PEK Jun Wei (Bai Junwei), Ph.D.
Principal Investigator

PEK Jun Wei received his B.Sc. (Hons) (2008) and Ph.D. (2011) from the National University of Singapore (NUS). He did his graduate research in the laboratory of Dr. Toshie Kai at the Temasek Life Sciences Laboratory (TLL) where he studied the roles of nuage and small RNAs in the Drosophila germline. In 2012, he joined the laboratories of Drs. Joseph Gall and Allan Spradling at the Carnegie Institution for Science (Department of Embryology) as a Carnegie Collaborative Fellow. He developed a research program to study a novel class of noncoding RNAs (stable intronic sequence RNAs or sisRNAs) in Drosophila. He was later named a Howard Hughes Medical Institute (HHMI) Fellow of the Life Sciences Research Foundation and awarded a fellowship from the Jane Coffin Childs Memorial Fund. He returned to TLL as a Young Investigator in November 2014 to start his independent research group.

You may wish to contact Dr PEK Jun Wei at:

Tel: (65) 6872 7000,6872 7818 (DID)

For information on PhD studies at TLL, click HERE


Research Interests

  • Stable intronic sequence RNA (sisRNA) functions

Research Projects

Noncoding RNAs (ncRNAs) have emerged as potent agents for gene regulation during normal development and in diseases such as cancer. Introns are widely considered as junk sequences interspersed between coding exons in genes of eukaryotes and viruses. Recent studies have identified various forms of stable intronic sequence RNAs (linear and circular) that belong to a novel class of long ncRNAs that regulate gene expression (Pek and Okamura 2015; Osman et al., 2016; Pek 2018). Our group has discovered many sisRNAs in Drosophila, and showed that sisRNAs engage in regulatory feedback loops and play important roles in stem cell homeostasis and development (Pek 2018). sisR-1 functions in a negative feedback loop in repressing its parental gene for proper germline stem cell maintenance in the ovary (Figure 1) (Pek et al., 2015; Wong et al., 2017).

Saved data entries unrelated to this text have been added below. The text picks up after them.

def _calibration(args, source, lens):
    from fitdrag.video.calibration import (
        calibration_from_markers,
        calibration_from_reference,
        calibration_from_scale,
        load_marker_layout,
    )

    h, _w = source.shape
    u = args.scale_uncertainty
    if args.markers is not None:
        if args.origin is not None or args.rotation:
            raise ValueError(
                "--origin/--rotation: they apply to --scale and --reference only; with "
                "--markers the markers set the origin and the horizontal (give a "
                "--marker-layout for a world frame of your own)."
            )
        layout = load_marker_layout(args.marker_layout) if args.marker_layout else None
        n = args.start if args.marker_frame is None else args.marker_frame
        image = source.read(n)
        try:
            cal = calibration_from_markers(
                image,
                args.markers,
                args.marker_dictionary,
                layout=layout,
                lens=lens,
                size_relative_uncertainty=u,
            )
        except ValueError as exc:
            if str(exc).startswith("markers: no "):
                raise ValueError(
                    f"{exc} (looked in frame {n} of {source.name}; choose another with "
                    f"--marker-frame)"
                ) from None
            raise
        return cal, n
    if args.marker_layout or args.marker_frame is not None:
        raise ValueError(
            "--marker-layout/--marker-frame: they apply to --markers only; drop them or "
            "calibrate with --markers SIZE_M."
        )
    origin = parse_origin(args.origin) if args.origin is not None else None
    if args.reference is not None:
        x1, y1, x2, y2, d = parse_reference(args.reference)
        cal = calibration_from_reference(
            x1, y1, x2, y2, d, origin=origin, lens=lens, rotation_deg=args.rotation,
            distance_relative_uncertainty=u,
        )  # fmt: skip
        return cal, None
    if origin is None:
        origin = (0.0, float(h - 1))  # the image's lower-left pixel
    cal = calibration_from_scale(
        args.scale, origin=origin, rotation_deg=args.rotation, lens=lens,
        scale_relative_uncertainty=u,
    )  # fmt: skip
    return cal, None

Figure 1. A model for the regulation of GSC–niche occupancy by sisR-1 feedback loop.

  On the other hand, sisR-4 is a maternally-deposited circular sisRNA that promotes the expression of its parental gene that is essential for embryonic development (Figure 2) (Tay and Pek 2017).

Figure 2. A model of how maternally inherited sisR-4 can trigger a self-amplification loop in the expression of dpn to achieve robust embryonic development in Drosophila.

  We are interested in studying more sisRNAs to uncover more regulatory pathways important for basic biological processes. During the course of our study, we discovered a previously unidentified nuclear body called “satellite body” (Figure 3) (Wong et al., 2017).  

Figure 3. An egg chamber showing the localization of satellite bodies (HA-DIP1, green) around the fourth chromosomes (arrowheads). Red: DAPI stained DNA. Scale bar: 10μm

Interestingly, satellite bodies localize to regions of high sisRNA production, suggesting that they are involved in sisRNA metabolism in the nucleus. Currently, we are investigating the composition and molecular function of satellite body. Recent studies have shown that the roles of sisRNAs in regulatory feedback loops are conserved in cancer tissues. We are currently extending our research on sisRNA/ncRNA to cancer with an emphasis on prostate cancer. We will focus on 3 main aspects: 1. Molecular mechanisms, 2. Novel biomarkers, and 3. Disease modelling in Drosophila.